Tuesday, June 26, 2012

Warning: polarizing post ahead!

Question: what do you do if, while you're at your doc's office for an exam, and you're basically naked except for a cotton poncho and a thin sheet (you might have a paper "gown" in your case...in my case, I was at the gyno, so that's the uniform there), and the fire alarm goes off?

Do you put your clothes on in a hurry and get your ass outside?

Or do you head out in your thin-sheeted glory, expecting that you won't be the only one out in the parking lot dressed that way?

Just something that crossed my mind this morning as I lay on the table waiting for my doc to come in the room. (I was relaxing while I waited. I usually sit up, but today I was tired, and I wanted a nap. Unfortunately, soon after I lay down, I noticed the fire alarm thingy on the roof, and these thoughts started to run through my head, which kept me from catching any shut eye. And then I couldn't stop chastising myself for even thinking about it because...Stay Puft Marshmallow Man, anyone? Of course, since I thought about it, it was likely to happen now. Fortunately, it did not. And if the fire alarm goes off in that building at all today, I will feel very bad about it!)

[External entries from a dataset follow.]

import type { Frame } from './aim.ts';
import type { Candidate } from './candidate.ts';
import { atCorner, capacitanceAt, extremeRate, headCorners, type Corner } from './head-corners.ts';
import type { PreparedShelf } from './prepared-shelf.ts';
import { joinedOhms } from './resistor-values.ts';
import type { SearchBrief } from './shelf.ts';
import { steeredBand } from './steered-band.ts';
import type { SingleTimingParts } from './timing-choice.ts';
import { trimmedBand } from './trimmed.ts';
import { tunedClassOf, tunedGrid, type TunedGrid } from './tuned-grid.ts';

/** The rates between which every kit of a pack stays. */
export interface GuaranteedBand {
  minHz: number;
  maxHz: number;
}

/**
 * The guaranteed band of a candidate: the slowest and fastest rate over the corners of tolerance,
 * drift over the ambient range by the signed coefficients, supply from empty to fresh, output
 * resistance (half to twice the typical), delay (half the typical to the maximum), bias and offset
 * (none to the maximum, both signs), LED voltage, and up to 5 pF of stray capacitance. Every part
 * stands at its own corner (see `headCorners`), so the bounds are reached, not just estimated.
 * With bench tuning the capacitor is known to the meter's uncertainty and R4 is what the grid of
 * stocked resistances leaves; a trimmer is set on the running kit. A corner that cannot oscillate
 * gives 0 Hz at the slow end. Neglects ageing, dielectric absorption, the scatter of temperature
 * coefficients and of leakage.
 */
export function guaranteedBand(
  candidate: Candidate,
  brief: SearchBrief,
  shelf: PreparedShelf,
): GuaranteedBand {
  const { timing, frame } = candidate;
  if (timing.kind === 'steered') return steeredBand({ ...candidate, timing }, brief);
  if (timing.kind === 'trimmed') return trimmedBand(frame, timing, brief);
  const grid =
    brief.care === 'bench-tuned' ? tunedGrid(frame, tunedClassOf(timing), brief, shelf) : null;
  return grid ? tunedBand(frame, grid, brief) : singleBand(frame, timing, brief);
}

/** Timing resistance at its corner, in ohms; two parts keep their own tolerances and coefficients. */
export function timingAt(
  { first, second, join }: Pick<SingleTimingParts, 'first' | 'second' | 'join'>,
  sign: number,
  celsius: number,
): number {
  const a = atCorner(first.ohms, first, sign, celsius);
  if (second === null) return a;
  return joinedOhms(a, atCorner(second.ohms, second, sign, celsius), join === 'parallel');
}

function singleBand(frame: Frame, timing: SingleTimingParts, brief: SearchBrief): GuaranteedBand {
  return bandOver(frame, brief, (sign, celsius) => [timingAt(timing, sign, celsius)]);
}

/**
 * With the very capacitor measured, its tolerance gives way to the meter's uncertainty, and the
 * resistor comes from the grid: any of its parts, half the widest gap off at most. Bias and leakage
 * weigh more beside the large resistance of a small capacitor, output resistance and strays beside
 * the small one of a large, so the band holds both ends of what the capacitor may read.
 */
function tunedBand(frame: Frame, grid: TunedGrid, brief: SearchBrief): GuaranteedBand {
  const { tolerance } = grid;
  const bands = grid.readings.map(({ farads, ohms }) => {
    const capacitor = { ...frame.capacitor, farads, tolerance: brief.meterUncertainty };
    return bandOver({ ...frame, capacitor }, brief, (sign, celsius) =>
      grid.coefficientsPerKelvin.map((temperatureCoefficientPerKelvin) =>
        atCorner(ohms, { tolerance, temperatureCoefficientPerKelvin }, sign, celsius),
      ),
    );
  });
  return {
    minHz: Math.min(...bands.map((band) => band.minHz)) * Math.exp(-grid.halfGap),
    maxHz: Math.max(...bands.map((band) => band.maxHz)) * Math.exp(grid.halfGap),
  };
}

/** Hull over corners and temperatures; `ohmsAt` gives the resistances that a corner may have. */
function bandOver(
  { head, capacitor }: Frame,
  brief: SearchBrief,
  ohmsAt: (sign: number, celsius: number) => readonly number[],
): GuaranteedBand {
  const corners = headCorners(head, brief);
  const band = { minHz: Number.POSITIVE_INFINITY, maxHz: 0 };
  corners.celsius.forEach((celsius, t) => {
    for (const corner of ['slow', 'fast'] as Corner[]) {
      const farads = capacitanceAt(capacitor, corner, celsius);
      for (const ohms of ohmsAt(corner === 'slow' ? 1 : -1, celsius)) {
        const hertz = extremeRate(corners, corner, t, ohms, farads, capacitor);
        if (corner === 'slow') band.minHz = Math.min(band.minHz, hertz);
        else band.maxHz = Math.max(band.maxHz, hertz);
      }
    }
  });
  return band;
}

/** The worse end of a band, as a fraction away from the target. */
export function worseEnd(band: GuaranteedBand, targetHz: number): number {
  return Math.max(Math.abs(band.maxHz / targetHz - 1), Math.abs(band.minHz / targetHz - 1));
}

/** True when the whole band lies within ± the asked fraction of the target. */
export function isWithin(band: GuaranteedBand, { targetHz, band: asked }: SearchBrief): boolean {
  return band.minHz >= targetHz * (1 - asked) && band.maxHz <= targetHz * (1 + asked);
}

Sitting in the waiting room at the gyno's office, there were loads of other women waiting to see their own doctors, and ALL of them were pregnant. 2 went in right after I sat down. So as I was sitting there, 9 pregnant women were hanging out, just waiting to discuss their pregnant belleh's. And then 10! And then, thank goodness, I was called back to the exam room.

It seemed I was the only woman there this morning at 9 a.m. just for an annual visit to make sure my ute is up to scratch and disease-free.

Babies. Lots of babies. Several of the women had older children in tow, as well.

I don't know why it struck me as...a bit much.

I know, I KNOW. I was at the gynocologist. What did I expect, right?

It's just...SO many pregnant women. And I was the only one there for myself. Just MY body.

I was the odd woman out. I wonder if that will ever change?

1 comment:

Fluffycat said...

I feel the same way when I go, but I think the issue is that pregnant women have to go in more often and are more likely to be there. And there are plenty of ladies out there who aren't getting checked out often enough either.

Going there, seeing hugely pregnant women, especially with their other kids crying, makes me feel firmer about my decision to not procreate. But I think it's a personal choice on my part and people have to make their own choices.